_The task_:
A single number is the whole answer: the count of lines in the records where "bool" occurs.

(Records for the exercise begins)

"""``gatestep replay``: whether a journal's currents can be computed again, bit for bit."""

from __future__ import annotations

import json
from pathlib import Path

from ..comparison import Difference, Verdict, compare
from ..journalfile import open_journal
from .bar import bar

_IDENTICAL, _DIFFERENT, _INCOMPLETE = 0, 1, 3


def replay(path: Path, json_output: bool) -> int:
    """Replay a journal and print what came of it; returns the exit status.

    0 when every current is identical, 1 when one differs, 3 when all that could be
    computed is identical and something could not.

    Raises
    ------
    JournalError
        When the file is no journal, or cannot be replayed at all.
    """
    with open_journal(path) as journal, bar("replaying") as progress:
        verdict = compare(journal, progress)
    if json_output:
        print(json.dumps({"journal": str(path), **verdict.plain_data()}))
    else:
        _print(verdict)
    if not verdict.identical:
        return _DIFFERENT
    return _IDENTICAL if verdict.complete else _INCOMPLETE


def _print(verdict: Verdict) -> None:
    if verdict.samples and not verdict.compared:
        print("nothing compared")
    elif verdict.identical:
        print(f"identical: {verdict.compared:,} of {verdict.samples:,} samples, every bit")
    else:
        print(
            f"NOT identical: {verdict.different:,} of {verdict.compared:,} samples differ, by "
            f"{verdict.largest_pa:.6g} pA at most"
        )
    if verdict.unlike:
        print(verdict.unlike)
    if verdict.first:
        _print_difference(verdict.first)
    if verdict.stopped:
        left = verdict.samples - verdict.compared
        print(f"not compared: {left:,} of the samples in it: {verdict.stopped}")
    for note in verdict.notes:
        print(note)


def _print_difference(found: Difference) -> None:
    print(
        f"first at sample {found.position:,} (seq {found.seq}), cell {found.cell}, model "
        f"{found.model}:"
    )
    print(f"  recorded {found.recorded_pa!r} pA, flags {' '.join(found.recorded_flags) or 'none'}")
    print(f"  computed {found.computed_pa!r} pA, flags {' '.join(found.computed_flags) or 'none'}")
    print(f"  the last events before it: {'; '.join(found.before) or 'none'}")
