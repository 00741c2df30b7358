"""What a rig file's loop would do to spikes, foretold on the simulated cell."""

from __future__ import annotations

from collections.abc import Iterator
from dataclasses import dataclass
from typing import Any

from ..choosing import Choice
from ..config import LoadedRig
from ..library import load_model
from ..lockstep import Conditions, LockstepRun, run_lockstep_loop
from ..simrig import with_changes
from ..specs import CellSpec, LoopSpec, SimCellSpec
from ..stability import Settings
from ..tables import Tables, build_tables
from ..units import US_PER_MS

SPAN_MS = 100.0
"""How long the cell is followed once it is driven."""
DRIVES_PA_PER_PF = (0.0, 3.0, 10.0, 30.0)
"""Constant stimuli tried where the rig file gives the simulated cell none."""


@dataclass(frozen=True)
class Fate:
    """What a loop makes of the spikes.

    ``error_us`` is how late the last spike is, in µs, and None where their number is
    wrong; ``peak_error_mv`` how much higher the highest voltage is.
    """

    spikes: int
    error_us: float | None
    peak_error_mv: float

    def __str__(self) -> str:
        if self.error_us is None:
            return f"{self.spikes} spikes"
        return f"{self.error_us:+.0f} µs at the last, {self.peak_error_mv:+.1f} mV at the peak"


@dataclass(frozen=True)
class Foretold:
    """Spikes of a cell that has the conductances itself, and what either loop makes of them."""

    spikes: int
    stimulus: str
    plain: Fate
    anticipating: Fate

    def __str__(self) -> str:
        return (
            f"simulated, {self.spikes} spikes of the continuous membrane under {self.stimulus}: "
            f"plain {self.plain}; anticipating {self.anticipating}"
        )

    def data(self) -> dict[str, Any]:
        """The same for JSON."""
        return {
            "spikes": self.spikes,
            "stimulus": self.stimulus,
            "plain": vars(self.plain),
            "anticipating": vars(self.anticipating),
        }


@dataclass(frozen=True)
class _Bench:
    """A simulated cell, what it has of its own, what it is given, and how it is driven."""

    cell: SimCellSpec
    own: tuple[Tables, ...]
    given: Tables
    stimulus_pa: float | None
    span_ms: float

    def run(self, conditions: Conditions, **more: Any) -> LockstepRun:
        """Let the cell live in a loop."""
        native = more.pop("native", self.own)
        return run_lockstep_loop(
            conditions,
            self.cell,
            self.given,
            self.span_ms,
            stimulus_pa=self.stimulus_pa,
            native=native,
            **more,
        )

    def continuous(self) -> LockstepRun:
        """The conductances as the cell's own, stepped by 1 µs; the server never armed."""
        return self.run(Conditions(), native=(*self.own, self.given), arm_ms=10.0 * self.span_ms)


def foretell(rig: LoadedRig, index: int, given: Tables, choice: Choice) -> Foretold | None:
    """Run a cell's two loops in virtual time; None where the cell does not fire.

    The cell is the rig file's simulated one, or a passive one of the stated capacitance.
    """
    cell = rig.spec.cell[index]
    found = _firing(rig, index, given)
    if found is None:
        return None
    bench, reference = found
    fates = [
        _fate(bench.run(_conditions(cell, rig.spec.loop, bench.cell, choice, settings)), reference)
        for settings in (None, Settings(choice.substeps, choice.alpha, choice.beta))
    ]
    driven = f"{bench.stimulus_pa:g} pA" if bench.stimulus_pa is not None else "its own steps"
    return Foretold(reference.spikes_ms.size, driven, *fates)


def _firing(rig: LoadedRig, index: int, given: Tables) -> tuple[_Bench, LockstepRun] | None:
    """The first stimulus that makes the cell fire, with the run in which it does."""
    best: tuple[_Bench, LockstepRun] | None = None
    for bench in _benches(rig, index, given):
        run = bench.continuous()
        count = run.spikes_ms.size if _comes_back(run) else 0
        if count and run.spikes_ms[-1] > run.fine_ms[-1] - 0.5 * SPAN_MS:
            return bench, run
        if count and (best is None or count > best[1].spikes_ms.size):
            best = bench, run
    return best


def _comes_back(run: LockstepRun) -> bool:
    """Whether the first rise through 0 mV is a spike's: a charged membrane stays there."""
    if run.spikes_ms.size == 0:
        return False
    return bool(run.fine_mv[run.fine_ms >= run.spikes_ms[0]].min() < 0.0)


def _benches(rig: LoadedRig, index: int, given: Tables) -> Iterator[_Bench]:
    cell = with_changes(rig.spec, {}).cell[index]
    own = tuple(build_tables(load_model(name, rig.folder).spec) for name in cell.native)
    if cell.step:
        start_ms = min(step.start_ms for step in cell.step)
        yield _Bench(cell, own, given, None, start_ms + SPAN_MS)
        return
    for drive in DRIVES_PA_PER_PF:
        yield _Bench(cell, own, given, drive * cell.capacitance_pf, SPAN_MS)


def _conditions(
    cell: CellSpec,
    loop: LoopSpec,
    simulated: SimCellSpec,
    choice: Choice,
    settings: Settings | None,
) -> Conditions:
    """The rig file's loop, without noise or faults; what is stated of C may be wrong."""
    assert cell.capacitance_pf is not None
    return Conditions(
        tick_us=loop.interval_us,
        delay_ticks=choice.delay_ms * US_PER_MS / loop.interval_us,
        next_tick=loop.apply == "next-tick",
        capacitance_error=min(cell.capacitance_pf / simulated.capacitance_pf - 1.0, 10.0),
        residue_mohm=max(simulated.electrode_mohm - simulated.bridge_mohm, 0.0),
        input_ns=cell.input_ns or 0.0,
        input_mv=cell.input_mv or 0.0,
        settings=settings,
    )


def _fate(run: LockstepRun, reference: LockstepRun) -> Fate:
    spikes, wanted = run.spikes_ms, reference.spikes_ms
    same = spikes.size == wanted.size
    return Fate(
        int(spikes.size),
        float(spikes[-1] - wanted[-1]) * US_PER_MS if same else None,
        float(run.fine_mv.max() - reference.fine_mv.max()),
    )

(Records for the exercise ends)

_Reply_:
3